En este marco, el Perú aparece como un laboratorio de esta sociedad desformal: un país con instituciones formales, pero sin institucionalidad efectiva; con elecciones periódicas, pero sin representación legítima; con crecimiento económico, pero sin cohesión social; con libertad de expresión, pero sin deliberación democrática. El resultado es una ciudadanía atrapada entre el desencanto y la incertidumbre, y un Estado que actúa más como escenario de disputas que como orientador de una voluntad colectiva.

Esta situación exige repensar el significado de la democracia en el Perú más allá de su dimensión procedimental. La democracia no puede limitarse al voto o al cambio periódico de autoridades. Requiere un soporte institucional fuerte, pero también un proyecto compartido de país, construido sobre la base de la inclusión, la equidad y el reconocimiento mutuo. En ese sentido, el llamado a una nueva reconstrucción nacional implica no solo reformas normativas o técnicas, sino una reconstrucción ética, cultural y simbólica que permita articular nuevamente a la sociedad en torno a un horizonte común.
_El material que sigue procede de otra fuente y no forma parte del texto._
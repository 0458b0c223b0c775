/**
 * Warnings the estimation library attaches to a result. Codes are stable API
 * (the web layer passes them through unchanged); messages are for people.
 */
export type DoaWarningCode =
  /** An electrical angle fell outside ±2π·d and was clipped to ±90° (docs/conventions.md §1). */
  | 'angle-clipped'
  /** The source count leaves two or fewer noise dimensions in the effective array. */
  | 'source-count-near-limit'
  /** cond(R) = λmax/λmin exceeds 1e13. */
  | 'ill-conditioned-covariance'
  /** A rank deficit that spatial smoothing removes: correlated or coherent sources. */
  | 'coherent-sources-suspected'
  /** Fewer snapshots than array elements. */
  | 'few-snapshots'
  /** ESPRIT on 12+ elements with maximal-overlap subarrays and no smoothing. */
  | 'esprit-efficiency'
  /** A spectral method found fewer peaks than the source count. */
  | 'fewer-peaks-than-sources'
  /** Root-MUSIC found fewer admissible roots than the source count. */
  | 'fewer-roots-than-sources'
  /** Disabled elements: the method used a subset of the line (lib/doa/elements.ts says which). */
  | 'element-subset';

export interface DoaWarning {
  readonly code: DoaWarningCode;
  readonly message: string;
}
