/**
 * Typed errors thrown by the bearing-estimation library.
 *
 * `DoaInputError` means the caller passed something the library will not
 * compute with (wrong size, NaN, a source count that does not fit). Its
 * `code` is stable and its message names the offending argument, so the
 * web layer can map it to a 422 answer without parsing text.
 * `DoaNumericalError` means the input was well-formed but the computation
 * could not proceed (a singular matrix, an eigen-solver that did not converge).
 */
export type DoaInputErrorCode =
  'bad-size' | 'not-finite' | 'too-few-elements' | 'bad-spacing' | 'bad-source-count' | 'bad-option' | 'bad-value';

export type DoaNumericalErrorCode = 'singular-matrix' | 'no-convergence';

export class DoaInputError extends RangeError {
  readonly code: DoaInputErrorCode;
  constructor(code: DoaInputErrorCode, message: string) {
    super(message);
    this.name = 'DoaInputError';
    this.code = code;
  }
}

export class DoaNumericalError extends Error {
  readonly code: DoaNumericalErrorCode;
  constructor(code: DoaNumericalErrorCode, message: string) {
    super(message);
    this.name = 'DoaNumericalError';
    this.code = code;
  }
}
II. Memoria, Justicia y Reconocimiento

Si el concepto de Reconstrucción Nacional remite a la necesidad de rehacer las bases del Estado y del proyecto político luego de una catástrofe como la guerra con Chile, el término Reconciliación Nacional, en el caso peruano, nos remite a un proceso aún más complejo: el de sanar las heridas provocadas por el conflicto armado interno vivido entre 1980 y el 2000. Este proceso, impulsado desde la Comisión de la Verdad y Reconciliación (CVR), no se limitó al esclarecimiento de hechos violentos o a la contabilización de víctimas. Su aporte más profundo fue el intento de confrontar, como sociedad, las causas estructurales del conflicto: desigualdad, exclusión, racismo, centralismo y debilidad institucional.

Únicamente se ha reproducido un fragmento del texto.